Problem requirements: Return every line of the listing exactly as written.

Material supplied:

"""Benchmark of envelope's inverse kinematics (a script; pytest does not collect it).

Run:  /work/venv/bin/python tests/benchmarks/bench_ik.py [--n 100000]

For random reachable poses (made by FK of random joint values) of an ortho-parallel arm and of an arm
with general twists: batch IK time per pose (all branches), single-pose call latency, and the ratio
of batch IK time to batch FK time of the n * 8 configurations IK returned, in the same run; then
``Arm.ik_each`` (full per-pose ``IKSolutions``) on 10 000 poses, a tenth of them beyond reach, with
joint 6 limited to +-360 deg (turn variants).
"""

from __future__ import annotations

import argparse
import time

import numpy as np

from envelope.kinematics import Arm

PI = np.pi


def arms():
    ortho = Arm.from_dh([0.15, 0.6, 0.12, 0, 0, 0], [-PI / 2, 0, -PI / 2, PI / 2, -PI / 2, 0],
                        [0.45, 0, 0, 0.65, 0, 0.1], [0, -PI / 2, 0, 0, 0, 0], name="ortho-parallel")
    rng = np.random.default_rng(7)
    a, al, d, off = rng.uniform(-0.5, 0.5, 6), rng.uniform(-PI, PI, 6), rng.uniform(-0.5, 0.5, 6), rng.uniform(-PI, PI, 6)
    a[3] = a[4] = d[4] = 0.0
    general = Arm.from_dh(a, al, d, off, name="general-twist")
    return [ortho, general]


def best_of(fn, repeat, clock=time.perf_counter):
    times = []
    for _ in range(repeat):
        t = clock()
        out = fn()
        times.append(clock() - t)
    return min(times), out


def main():
    parser = argparse.ArgumentParser()
    parser.add_argument("--n", type=int, default=100_000)
    parser.add_argument("--repeat", type=int, default=3)
    args = parser.parse_args()
    n = args.n
    rng = np.random.default_rng(1)
    print(f"n = {n} poses, best of {args.repeat}")
    for arm in arms():
        T = arm.fk(rng.uniform(-PI, PI, (n, 6)))
        # process CPU time as well as wall time: on a shared machine the CPU time is the steadier figure
        t_ik, res = best_of(lambda: arm.ik(T), args.repeat)
        q = np.where(res.valid[..., None], res.q, 0.0).reshape(-1, 6)  # n * 8 configurations
        t_fk, _ = best_of(lambda: arm.fk(q), args.repeat)
        c_ik, _ = best_of(lambda: arm.ik(T), args.repeat, time.process_time)
        c_fk, _ = best_of(lambda: arm.fk(q), args.repeat, time.process_time)
        single = T[:200]
        t0 = time.perf_counter()
        for P in single:
            arm.ik(P)
        t_single = (time.perf_counter() - t0) / len(single)
        print(
            f"{arm.name:15s} batch IK {t_ik / n * 1e6:6.2f} us/pose   FK of 8 configs {t_fk / n * 1e6:6.2f} us/pose   "
            f"IK/FK {t_ik / t_fk:5.2f}   single-pose IK {t_single * 1e6:7.1f} us   "
            f"solutions/pose {res.valid.sum() / n:4.2f}"
        )
        print(f"{'':15s} CPU time: batch IK {c_ik / n * 1e6:6.2f} us/pose   FK of 8 configs {c_fk / n * 1e6:6.2f} us/pose   "
              f"IK/FK {c_ik / c_fk:5.2f}")


def bench_each(n_each=10_000):
    print(f"ik_each: {n_each} poses, joint 6 in +-360 deg (turn variants)")
    rng = np.random.default_rng(2)
    for arm in arms():
        lim = np.array(arm.limits)
        lim[5] = [-2 * PI, 2 * PI]
        arm = arm.with_limits(lim)
        T = arm.fk(rng.uniform(-PI, PI, (n_each, 6)))
        for label in ("all reachable", "10 % beyond reach"):
            if label != "all reachable":
                T[: n_each // 10, :3, 3] *= 4.0
                arm.ik_each(T[:10])  # build the cached grid of the unreachable-reason search
            w0, c0 = time.perf_counter(), time.process_time()
            sols = arm.ik_each(T)
            wall, cpu = time.perf_counter() - w0, time.process_time() - c0
            print(f"{arm.name:15s} ik_each, {label:17s} wall {wall:5.2f} s ({wall / n_each * 1e6:6.1f} us/pose)   "
                  f"CPU {cpu:5.2f} s ({cpu / n_each * 1e6:6.1f} us/pose)   rows {sum(len(s) for s in sols)}   "
                  f"unreachable {sum(not s.reachable for s in sols)}")
        reach = T[n_each // 10 : n_each // 10 + 200]
        c0 = time.process_time()
        for P in reach:
            arm.ik(P)
        print(f"{'':15s} single-pose arm.ik, reachable: CPU {(time.process_time() - c0) / len(reach) * 1e6:7.1f} us")


if __name__ == "__main__":
    main()
    bench_each()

Solution:
"""Benchmark of envelope's inverse kinematics (a script; pytest does not collect it).

Run:  /work/venv/bin/python tests/benchmarks/bench_ik.py [--n 100000]

For random reachable poses (made by FK of random joint values) of an ortho-parallel arm and of an arm
with general twists: batch IK time per pose (all branches), single-pose call latency, and the ratio
of batch IK time to batch FK time of the n * 8 configurations IK returned, in the same run; then
``Arm.ik_each`` (full per-pose ``IKSolutions``) on 10 000 poses, a tenth of them beyond reach, with
joint 6 limited to +-360 deg (turn variants).
"""

from __future__ import annotations

import argparse
import time

import numpy as np

from envelope.kinematics import Arm

PI = np.pi


def arms():
    ortho = Arm.from_dh([0.15, 0.6, 0.12, 0, 0, 0], [-PI / 2, 0, -PI / 2, PI / 2, -PI / 2, 0],
                        [0.45, 0, 0, 0.65, 0, 0.1], [0, -PI / 2, 0, 0, 0, 0], name="ortho-parallel")
    rng = np.random.default_rng(7)
    a, al, d, off = rng.uniform(-0.5, 0.5, 6), rng.uniform(-PI, PI, 6), rng.uniform(-0.5, 0.5, 6), rng.uniform(-PI, PI, 6)
    a[3] = a[4] = d[4] = 0.0
    general = Arm.from_dh(a, al, d, off, name="general-twist")
    return [ortho, general]


def best_of(fn, repeat, clock=time.perf_counter):
    times = []
    for _ in range(repeat):
        t = clock()
        out = fn()
        times.append(clock() - t)
    return min(times), out


def main():
    parser = argparse.ArgumentParser()
    parser.add_argument("--n", type=int, default=100_000)
    parser.add_argument("--repeat", type=int, default=3)
    args = parser.parse_args()
    n = args.n
    rng = np.random.default_rng(1)
    print(f"n = {n} poses, best of {args.repeat}")
    for arm in arms():
        T = arm.fk(rng.uniform(-PI, PI, (n, 6)))
        # process CPU time as well as wall time: on a shared machine the CPU time is the steadier figure
        t_ik, res = best_of(lambda: arm.ik(T), args.repeat)
        q = np.where(res.valid[..., None], res.q, 0.0).reshape(-1, 6)  # n * 8 configurations
        t_fk, _ = best_of(lambda: arm.fk(q), args.repeat)
        c_ik, _ = best_of(lambda: arm.ik(T), args.repeat, time.process_time)
        c_fk, _ = best_of(lambda: arm.fk(q), args.repeat, time.process_time)
        single = T[:200]
        t0 = time.perf_counter()
        for P in single:
            arm.ik(P)
        t_single = (time.perf_counter() - t0) / len(single)
        print(
            f"{arm.name:15s} batch IK {t_ik / n * 1e6:6.2f} us/pose   FK of 8 configs {t_fk / n * 1e6:6.2f} us/pose   "
            f"IK/FK {t_ik / t_fk:5.2f}   single-pose IK {t_single * 1e6:7.1f} us   "
            f"solutions/pose {res.valid.sum() / n:4.2f}"
        )
        print(f"{'':15s} CPU time: batch IK {c_ik / n * 1e6:6.2f} us/pose   FK of 8 configs {c_fk / n * 1e6:6.2f} us/pose   "
              f"IK/FK {c_ik / c_fk:5.2f}")


def bench_each(n_each=10_000):
    print(f"ik_each: {n_each} poses, joint 6 in +-360 deg (turn variants)")
    rng = np.random.default_rng(2)
    for arm in arms():
        lim = np.array(arm.limits)
        lim[5] = [-2 * PI, 2 * PI]
        arm = arm.with_limits(lim)
        T = arm.fk(rng.uniform(-PI, PI, (n_each, 6)))
        for label in ("all reachable", "10 % beyond reach"):
            if label != "all reachable":
                T[: n_each // 10, :3, 3] *= 4.0
                arm.ik_each(T[:10])  # build the cached grid of the unreachable-reason search
            w0, c0 = time.perf_counter(), time.process_time()
            sols = arm.ik_each(T)
            wall, cpu = time.perf_counter() - w0, time.process_time() - c0
            print(f"{arm.name:15s} ik_each, {label:17s} wall {wall:5.2f} s ({wall / n_each * 1e6:6.1f} us/pose)   "
                  f"CPU {cpu:5.2f} s ({cpu / n_each * 1e6:6.1f} us/pose)   rows {sum(len(s) for s in sols)}   "
                  f"unreachable {sum(not s.reachable for s in sols)}")
        reach = T[n_each // 10 : n_each // 10 + 200]
        c0 = time.process_time()
        for P in reach:
            arm.ik(P)
        print(f"{'':15s} single-pose arm.ik, reachable: CPU {(time.process_time() - c0) / len(reach) * 1e6:7.1f} us")


if __name__ == "__main__":
    main()
    bench_each()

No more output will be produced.